(EXTRACTED ENTRIES begins)

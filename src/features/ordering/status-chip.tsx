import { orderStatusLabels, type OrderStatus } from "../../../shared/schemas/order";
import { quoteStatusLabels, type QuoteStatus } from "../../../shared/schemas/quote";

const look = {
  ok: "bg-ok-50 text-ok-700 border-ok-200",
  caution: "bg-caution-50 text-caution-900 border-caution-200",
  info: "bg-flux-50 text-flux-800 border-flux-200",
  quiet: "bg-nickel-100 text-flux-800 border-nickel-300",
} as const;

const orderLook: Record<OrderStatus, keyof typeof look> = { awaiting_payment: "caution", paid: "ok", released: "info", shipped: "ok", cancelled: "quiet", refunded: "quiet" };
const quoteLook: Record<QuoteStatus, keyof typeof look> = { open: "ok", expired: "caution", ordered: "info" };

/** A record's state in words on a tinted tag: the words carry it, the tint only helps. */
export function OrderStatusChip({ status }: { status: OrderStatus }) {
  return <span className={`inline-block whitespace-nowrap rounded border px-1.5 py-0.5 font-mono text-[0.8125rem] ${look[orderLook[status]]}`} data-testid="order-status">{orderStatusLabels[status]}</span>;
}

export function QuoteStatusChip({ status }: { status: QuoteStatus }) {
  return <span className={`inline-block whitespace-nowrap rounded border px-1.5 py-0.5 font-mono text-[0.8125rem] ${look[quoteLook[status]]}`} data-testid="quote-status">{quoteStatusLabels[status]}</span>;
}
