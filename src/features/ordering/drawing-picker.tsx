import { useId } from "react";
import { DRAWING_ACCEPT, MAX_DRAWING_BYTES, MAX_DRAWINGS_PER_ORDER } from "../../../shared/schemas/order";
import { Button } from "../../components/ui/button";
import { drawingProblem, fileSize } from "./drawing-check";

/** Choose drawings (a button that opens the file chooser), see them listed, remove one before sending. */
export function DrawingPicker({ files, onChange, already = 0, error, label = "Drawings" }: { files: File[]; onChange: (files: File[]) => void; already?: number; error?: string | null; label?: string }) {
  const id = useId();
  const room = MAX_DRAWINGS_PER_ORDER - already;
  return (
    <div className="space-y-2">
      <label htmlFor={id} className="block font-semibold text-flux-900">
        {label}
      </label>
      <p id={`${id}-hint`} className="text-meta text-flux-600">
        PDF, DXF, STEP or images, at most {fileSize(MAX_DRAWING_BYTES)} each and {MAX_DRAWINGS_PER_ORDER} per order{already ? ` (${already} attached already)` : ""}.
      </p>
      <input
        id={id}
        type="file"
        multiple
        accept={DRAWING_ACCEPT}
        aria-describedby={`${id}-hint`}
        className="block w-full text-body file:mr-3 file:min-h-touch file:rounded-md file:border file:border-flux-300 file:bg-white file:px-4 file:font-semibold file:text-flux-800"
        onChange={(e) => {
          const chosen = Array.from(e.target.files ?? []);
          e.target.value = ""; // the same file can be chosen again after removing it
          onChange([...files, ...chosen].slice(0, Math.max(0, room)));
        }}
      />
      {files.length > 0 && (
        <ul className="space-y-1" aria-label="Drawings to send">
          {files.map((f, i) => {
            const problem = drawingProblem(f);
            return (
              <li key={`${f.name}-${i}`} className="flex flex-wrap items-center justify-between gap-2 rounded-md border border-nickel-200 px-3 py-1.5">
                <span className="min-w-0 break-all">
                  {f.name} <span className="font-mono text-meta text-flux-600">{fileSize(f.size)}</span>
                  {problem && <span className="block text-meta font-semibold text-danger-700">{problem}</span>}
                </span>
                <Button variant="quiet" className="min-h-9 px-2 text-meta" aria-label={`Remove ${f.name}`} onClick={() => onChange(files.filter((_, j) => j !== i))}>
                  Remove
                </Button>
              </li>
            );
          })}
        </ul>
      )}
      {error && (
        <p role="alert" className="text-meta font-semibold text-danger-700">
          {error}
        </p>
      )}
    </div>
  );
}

(EXTRACTED ENTRIES ends)
(EXTRACTED ENTRIES begins)

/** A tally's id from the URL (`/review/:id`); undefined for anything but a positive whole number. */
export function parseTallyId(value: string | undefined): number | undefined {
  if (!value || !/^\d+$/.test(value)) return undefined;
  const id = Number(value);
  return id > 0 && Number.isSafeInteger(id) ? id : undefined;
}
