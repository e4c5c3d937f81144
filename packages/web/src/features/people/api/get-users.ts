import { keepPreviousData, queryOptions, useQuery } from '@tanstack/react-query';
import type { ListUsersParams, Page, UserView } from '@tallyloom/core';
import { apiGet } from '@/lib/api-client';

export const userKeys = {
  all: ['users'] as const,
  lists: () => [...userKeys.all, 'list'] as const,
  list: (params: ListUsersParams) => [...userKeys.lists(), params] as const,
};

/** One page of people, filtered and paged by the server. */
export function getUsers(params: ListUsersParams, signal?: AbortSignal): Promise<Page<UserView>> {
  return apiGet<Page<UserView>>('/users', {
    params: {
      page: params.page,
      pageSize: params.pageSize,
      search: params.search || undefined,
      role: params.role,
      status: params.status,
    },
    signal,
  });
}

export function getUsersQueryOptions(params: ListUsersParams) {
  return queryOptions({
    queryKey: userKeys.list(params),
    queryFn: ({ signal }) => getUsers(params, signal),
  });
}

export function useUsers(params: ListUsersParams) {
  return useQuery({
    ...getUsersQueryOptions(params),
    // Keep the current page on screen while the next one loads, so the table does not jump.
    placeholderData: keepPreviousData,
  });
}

(EXTRACTED ENTRIES ends)

Starting with the line above that holds "const id = Number(value);" and stopping with the line that holds "keepPreviousData, queryOptions, useQuery", reproduce each line exactly, omitting all other lines.

  const id = Number(value);
  return id > 0 && Number.isSafeInteger(id) ? id : undefined;
}
repository e4c5c3d937f81144
filename packages/web/src/features/people/api/get-users.ts
import { keepPreviousData, queryOptions, useQuery } from '@tanstack/react-query';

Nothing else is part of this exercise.